0
0
PythonHow-ToBeginner · 3 min read

How to Parse URL in Python: Simple Guide with Examples

You can parse a URL in Python using the urllib.parse module, specifically the urlparse() function. It breaks down a URL into components like scheme, netloc, path, params, query, and fragment for easy access.
📐

Syntax

The urlparse() function from the urllib.parse module takes a URL string and returns a ParseResult object with these parts:

  • scheme: The protocol (e.g., http, https).
  • netloc: The network location (domain and port).
  • path: The path to the resource.
  • params: Parameters for last path element.
  • query: The query string after ?.
  • fragment: The part after #.
python
from urllib.parse import urlparse

result = urlparse('https://example.com:8080/path/to/page?name=alice&age=30#section1')

print(result)
Output
ParseResult(scheme='https', netloc='example.com:8080', path='/path/to/page', params='', query='name=alice&age=30', fragment='section1')
💻

Example

This example shows how to parse a URL and access each part separately.

python
from urllib.parse import urlparse

url = 'https://example.com:8080/path/to/page?name=alice&age=30#section1'
parsed_url = urlparse(url)

print('Scheme:', parsed_url.scheme)
print('Network location:', parsed_url.netloc)
print('Path:', parsed_url.path)
print('Parameters:', parsed_url.params)
print('Query:', parsed_url.query)
print('Fragment:', parsed_url.fragment)
Output
Scheme: https Network location: example.com:8080 Path: /path/to/page Parameters: Query: name=alice&age=30 Fragment: section1
⚠️

Common Pitfalls

One common mistake is trying to parse URLs without importing urlparse from urllib.parse.

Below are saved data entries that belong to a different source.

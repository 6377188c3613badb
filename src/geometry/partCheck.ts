import type { DesignIssue } from '../params/errors.js';
import { withArticle } from '../params/words.js';
import { featureLabel } from './part.js';
import type { SourcedFeature } from './holes.js';
import { isInside } from './inside.js';
import { intersectSegments } from './intersect.js';
import { loopBBox, signedArea } from './loop.js';
import { startOf, segmentBBox } from './segment.js';
import { COINCIDENT_MM } from './tolerance.js';
import type { BBox, Loop } from './types.js';
import { loopProblem } from './validate.js';

type Buildable = Readonly<{ name: string; outline: Loop; features: readonly SourcedFeature[]; sourcePath: string }>;

/**
 * Problems that make a freshly built part uncuttable, each naming the design parameter behind it:
 * an outline or inner contour that is open or crosses itself, a hole that reaches outside the
 * outline, two inner contours that touch or overlap.
 */
export function checkPartGeometry(p: Buildable): DesignIssue[] {
  const issues: DesignIssue[] = [];
  const op = loopProblem(p.outline);
  if (op) issues.push({ path: p.sourcePath, value: p.name, message: `gives an outline that is not a simple closed contour (${op.kind}: ${op.detail} at ${fmt(op.at)})` });
  if (signedArea(p.outline) <= 0) issues.push({ path: p.sourcePath, value: p.name, message: 'gives an outline that is not counter-clockwise' });
  const boxes = p.features.map((f) => loopBBox(f.loop));
  const outlineBoxes = p.outline.map(segmentBBox);
  const segBoxes = p.features.map((f) => f.loop.map(segmentBBox));
  p.features.forEach((f, i) => {
    const fp = loopProblem(f.loop);
    if (fp) issues.push({ path: f.sourcePath, value: p.name, message: `gives ${withArticle(featureLabel(f))} contour that is not simple (${fp.kind} at ${fmt(fp.at)})` });
    if (signedArea(f.loop) >= 0) issues.push({ path: f.sourcePath, value: p.name, message: `gives ${withArticle(featureLabel(f))} contour that is not clockwise` });
    if (crosses(f.loop, p.outline, outlineBoxes) || !isInside(p.outline, startOf(f.loop[0]))) {
      issues.push({ path: f.sourcePath, value: p.name, message: `puts ${withArticle(featureLabel(f))} at ${fmt(startOf(f.loop[0]))} that reaches outside the ${p.name} outline` });
    }
    for (let j = i + 1; j < p.features.length; j++) {
      const a = boxes[i];
      const b = boxes[j];
      if (a[0] > b[2] || b[0] > a[2] || a[1] > b[3] || b[1] > a[3]) continue;
      const g = p.features[j];
      if (crosses(f.loop, g.loop, segBoxes[j]) || isInside(g.loop, startOf(f.loop[0])) || isInside(f.loop, startOf(g.loop[0]))) {
        issues.push({ path: g.sourcePath, value: p.name, message: `puts ${withArticle(featureLabel(g))} on top of ${withArticle(featureLabel(f))} (from ${f.sourcePath}) near ${fmt(startOf(g.loop[0]))}` });
      }
    }
  });
  return issues;
}

/** Does any segment of `a` meet one of `b` (whose segment boxes are `bBoxes`, computed once by the caller)? */
function crosses(a: Loop, b: Loop, bBoxes: readonly BBox[]): boolean {
  for (const s of a) {
    const sb = segmentBBox(s);
    for (const [k, t] of b.entries()) {
      const tb = bBoxes[k];
      if (sb[0] > tb[2] || tb[0] > sb[2] || sb[1] > tb[3] || tb[1] > sb[3]) continue;
      if (intersectSegments(s, t, COINCIDENT_MM).length) return true;
    }
  }
  return false;
}

const fmt = (p: readonly number[]): string => `(${p[0].toFixed(2)}, ${p[1].toFixed(2)}) mm`;
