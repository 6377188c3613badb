/**
 * Named tolerances, one meaning each. Every geometric comparison in framewright uses one of these,
 * passed explicitly where a caller may want another value.
 */

/** Two points closer than this are the same point (chaining loops, matching endpoints). mm. */
export const COINCIDENT_MM = 1e-6;

/** Endpoints of consecutive segments in a loop may differ by this much (floating error of arc ends). mm. */
export const CHAIN_GAP_MM = 1e-4;

/** Largest distance between an arc and the chord that replaces it when a loop must be flattened. mm. */
export const CHORD_TOL_MM = 0.002;

/** Two tangent directions closer than this angle meet smoothly (no corner). rad. */
export const SMOOTH_JOINT_RAD = 1e-6;

/** Probe step used to ask which side of a boundary piece is material (boolean classification). mm. */
export const SIDE_PROBE_MM = 1e-4;
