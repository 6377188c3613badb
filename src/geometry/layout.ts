import type { Design } from '../params/design.js';
import { degToRad } from '../params/units.js';
import type { Vec2 } from './types.js';

export type SiteId = 'front-left' | 'front-right' | 'rear-left' | 'rear-right';

/**
 * One motor and the arm that carries it, in frame coordinates (x forward, y left, origin at the
 * frame centre). The arm runs along `armDirRad` through `armLineOrigin`; distances along it
 * (`motorAlongMm`, root bolt reach) are measured from that origin.
 */
export type MotorSite = Readonly<{
  id: SiteId;
  front: boolean;
  left: boolean;
  motorMm: Vec2;
  armDirRad: number;
  armLineOriginMm: Vec2;
  motorAlongMm: number;
}>;

export const SITE_ORDER: readonly SiteId[] = ['front-right', 'front-left', 'rear-left', 'rear-right'];

/** Motor sites of the layout, in the fixed order front-right, front-left, rear-left, rear-right. */
export function motorSites(d: Design): MotorSite[] {
  const L = d.layout;
  const place = (front: boolean, left: boolean): MotorSite => {
    let reach: number;
    let angle: number;
    if (L.kind === 'asymmetric') {
      const p = front ? L.front : L.rear;
      reach = p.reachMm;
      angle = degToRad(p.angleDeg);
    } else {
      reach = L.wheelbaseMm / 2;
      angle = degToRad(L.armAngleDeg);
    }
    const x = (front ? 1 : -1) * reach * Math.cos(angle);
    const y = (left ? 1 : -1) * reach * Math.sin(angle);
    const id = `${front ? 'front' : 'rear'}-${left ? 'left' : 'right'}` as SiteId;
    if (L.kind === 'h') {
      // H: each arm runs from its start on the body (mirrored in y for the right side) to its motor;
      // a start level with the motor gives an arm parallel to the body axis.
      const start = front ? L.frontArmStartMm : L.rearArmStartMm;
      const origin: Vec2 = [start[0], left ? start[1] : -start[1]];
      const dx = x - origin[0];
      const dy = y - origin[1];
      return { id, front, left, motorMm: [x, y], armDirRad: Math.atan2(dy, dx), armLineOriginMm: origin, motorAlongMm: Math.hypot(dx, dy) };
    }
    return { id, front, left, motorMm: [x, y], armDirRad: Math.atan2(y, x), armLineOriginMm: [0, 0], motorAlongMm: reach };
  };
  return SITE_ORDER.map((id) => place(id.startsWith('front'), id.endsWith('left')));
}

/** Point at distance `along` on the site's arm line. */
export function alongArm(site: MotorSite, along: number): Vec2 {
  return [site.armLineOriginMm[0] + along * Math.cos(site.armDirRad), site.armLineOriginMm[1] + along * Math.sin(site.armDirRad)];
}

/** Diagonal motor-to-motor distance (front-left to rear-right), the trade's "wheelbase". mm. */
export function wheelbaseOf(sites: readonly MotorSite[]): number {
  const fl = sites.find((s) => s.id === 'front-left')!;
  const rr = sites.find((s) => s.id === 'rear-right')!;
  return Math.hypot(fl.motorMm[0] - rr.motorMm[0], fl.motorMm[1] - rr.motorMm[1]);
}
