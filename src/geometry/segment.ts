import { CHORD_TOL_MM } from './tolerance.js';
import { assertNever, type Arc, type BBox, type Line, type Segment, type Vec2 } from './types.js';
import { add, cross, dist, dot, len, normAngle, polar, sub } from './vec.js';

/** A straight segment from start to end (mm). */
export const line = (start: Vec2, end: Vec2): Line => ({ kind: 'line', start, end });

/** A circular arc (mm, rad; positive sweep counter-clockwise). */
export const arc = (center: Vec2, radius: number, startRad: number, sweepRad: number): Arc => ({
  kind: 'arc',
  center,
  radius,
  startRad,
  sweepRad,
});

/** Point at parameter t ∈ [0, 1] along the segment. */
export function pointAt(s: Segment, t: number): Vec2 {
  switch (s.kind) {
    case 'line':
      return [s.start[0] + (s.end[0] - s.start[0]) * t, s.start[1] + (s.end[1] - s.start[1]) * t];
    case 'arc':
      return add(s.center, polar(s.radius, s.startRad + s.sweepRad * t));
    default:
      return assertNever(s);
  }
}

/** Where the segment starts. */
export const startOf = (s: Segment): Vec2 => (s.kind === 'line' ? s.start : pointAt(s, 0));
/** Where the segment ends. */
export const endOf = (s: Segment): Vec2 => (s.kind === 'line' ? s.end : pointAt(s, 1));

/** Length along the segment (mm). */
export function lengthOf(s: Segment): number {
  switch (s.kind) {
    case 'line':
      return dist(s.start, s.end);
    case 'arc':
      return Math.abs(s.sweepRad) * s.radius;
    default:
      return assertNever(s);
  }
}

/** Unit tangent in the direction of travel at parameter t. */
export function tangentAt(s: Segment, t: number): Vec2 {
  switch (s.kind) {
    case 'line': {
      const d = sub(s.end, s.start);
      const l = len(d);
      return [d[0] / l, d[1] / l];
    }
    case 'arc': {
      const a = s.startRad + s.sweepRad * t;
      const k = Math.sign(s.sweepRad) || 1;
      return [-Math.sin(a) * k, Math.cos(a) * k];
    }
    default:
      return assertNever(s);
  }
}

/** The same segment walked the other way. */
export function reverseSegment(s: Segment): Segment {
  switch (s.kind) {
    case 'line':
      return line(s.end, s.start);
    case 'arc':
      return arc(s.center, s.radius, s.startRad + s.sweepRad, -s.sweepRad);
    default:
      return assertNever(s);
  }
}

/** Sub-segment between parameters t0 < t1 (or t0 > t1 for a reversed piece). */
export function subSegment(s: Segment, t0: number, t1: number): Segment {
  switch (s.kind) {
    case 'line':
      return line(pointAt(s, t0), pointAt(s, t1));
    case 'arc':
      return arc(s.center, s.radius, s.startRad + s.sweepRad * t0, s.sweepRad * (t1 - t0));
    default:
      return assertNever(s);
  }
}

/**
 * Parameter t of the point on the arc at absolute angle rad, or NaN when the angle lies outside the
 * sweep by more than tolRad.
 */
export function arcParamOfAngle(a: Arc, rad: number, tolRad = 1e-9): number {
  const sweep = Math.abs(a.sweepRad);
  const rel = a.sweepRad >= 0 ? normAngle(rad - a.startRad) : normAngle(a.startRad - rad);
  if (rel <= sweep + tolRad) return Math.min(1, rel / sweep);
  if (2 * Math.PI - rel <= tolRad) return 0;
  return Number.NaN;
}

/** Exact bounding box (arc extremes included). */
export function segmentBBox(s: Segment): BBox {
  switch (s.kind) {
    case 'line':
      return [
        Math.min(s.start[0], s.end[0]),
        Math.min(s.start[1], s.end[1]),
        Math.max(s.start[0], s.end[0]),
        Math.max(s.start[1], s.end[1]),
      ];
    case 'arc': {
      // The same sums as startOf / endOf / polar, in scalars: a check indexes every hole of a plate,
      // and the temporary points of each box cost more in garbage collection than the sums.
      const [cx, cy] = s.center;
      const r = s.radius;
      const a1 = s.startRad + s.sweepRad;
      const x0 = cx + r * Math.cos(s.startRad);
      const y0 = cy + r * Math.sin(s.startRad);
      const x1 = cx + r * Math.cos(a1);
      const y1 = cy + r * Math.sin(a1);
      let minX = Math.min(x0, x1);
      let minY = Math.min(y0, y1);
      let maxX = Math.max(x0, x1);
      let maxY = Math.max(y0, y1);
      for (let k = 0; k < 4; k++) {
        const ang = (k * Math.PI) / 2;
        if (!Number.isNaN(arcParamOfAngle(s, ang, 0))) {
          const x = cx + r * Math.cos(ang);
          const y = cy + r * Math.sin(ang);
          minX = Math.min(minX, x);
          minY = Math.min(minY, y);
          maxX = Math.max(maxX, x);
          maxY = Math.max(maxY, y);
        }
      }
      return [minX, minY, maxX, maxY];
    }
    default:
      return assertNever(s);
  }
}

/** ∮ x dy contribution of the segment (Green's theorem), exact for lines and arcs. */
export function greenTerm(s: Segment): number {
  switch (s.kind) {
    case 'line':
      return 0.5 * cross(s.start, s.end);
    case 'arc': {
      // ½∮(x dy − y dx) over the arc, with x = cx + r cos θ, y = cy + r sin θ.
      const [cx, cy] = s.center;
      const r = s.radius;
      const a0 = s.startRad;
      const a1 = s.startRad + s.sweepRad;
      const term =
        r * r * (a1 - a0) + cx * r * (Math.sin(a1) - Math.sin(a0)) - cy * r * (Math.cos(a1) - Math.cos(a0));
      return 0.5 * term;
    }
    default:
      return assertNever(s);
  }
}

/** Closest point on the segment to p, with its parameter and distance. */
export function closestPoint(s: Segment, p: Vec2): { point: Vec2; t: number; distance: number } {
  switch (s.kind) {
    case 'line': {
      const d = sub(s.end, s.start);
      const l2 = dot(d, d);
      const t = l2 === 0 ? 0 : Math.max(0, Math.min(1, dot(sub(p, s.start), d) / l2));
      const q = pointAt(s, t);
      return { point: q, t, distance: dist(p, q) };
    }
    case 'arc': {
      const v = sub(p, s.center);
      if (len(v) > 0) {
        const t = arcParamOfAngle(s, Math.atan2(v[1], v[0]), 0);
        if (!Number.isNaN(t)) {
          const q = pointAt(s, t);
          return { point: q, t, distance: dist(p, q) };
        }
      }
      const a = startOf(s);
      const b = endOf(s);
      return dist(p, a) <= dist(p, b) ? { point: a, t: 0, distance: dist(p, a) } : { point: b, t: 1, distance: dist(p, b) };
    }
    default:
      return assertNever(s);
  }
}

/** Number of chords needed so no chord departs from the arc by more than chordTolMm. */
export function chordCount(a: Arc, chordTolMm = CHORD_TOL_MM): number {
  const tol = Math.min(chordTolMm, a.radius);
  const maxStep = 2 * Math.acos(1 - tol / a.radius);
  return Math.max(1, Math.ceil(Math.abs(a.sweepRad) / maxStep));
}

/** Points along the segment (start included, end excluded) within the chord tolerance. */
export function flattenSegment(s: Segment, chordTolMm = CHORD_TOL_MM): Vec2[] {
  if (s.kind === 'line') return [s.start];
  const n = chordCount(s, chordTolMm);
  const pts: Vec2[] = [];
  for (let i = 0; i < n; i++) pts.push(pointAt(s, i / n));
  return pts;
}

Another is expecting the query string to be automatically split into key-value pairs; urlparse() only returns the raw query string.

To get query parameters as a dictionary, use parse_qs() from urllib.parse.

python
from urllib.parse import urlparse, parse_qs

url = 'https://example.com/path?name=alice&age=30'
parsed = urlparse(url)

# Wrong: expecting query to be a dict
print(parsed.query)  # Outputs raw string

# Right: parse query string into dict
query_params = parse_qs(parsed.query)
print(query_params)
Output
name=alice&age=30 {'name': ['alice'], 'age': ['30']}
📊

Quick Reference

Here is a quick summary of useful functions for URL parsing in Python:

FunctionDescription
urlparse(url)Parse URL into components
urlunparse(parts)Combine components back into URL string
parse_qs(query)Parse query string into dictionary
urljoin(base, url)Combine base URL with relative URL

Key Takeaways

Use urllib.parse.urlparse() to split a URL into parts.
Access URL parts like scheme, netloc, path, query, and fragment from the ParseResult.
Use urllib.parse.parse_qs() to convert query strings into dictionaries.
Remember to import functions from urllib.parse before using them.
Combine URL parts back with urlunparse() if needed.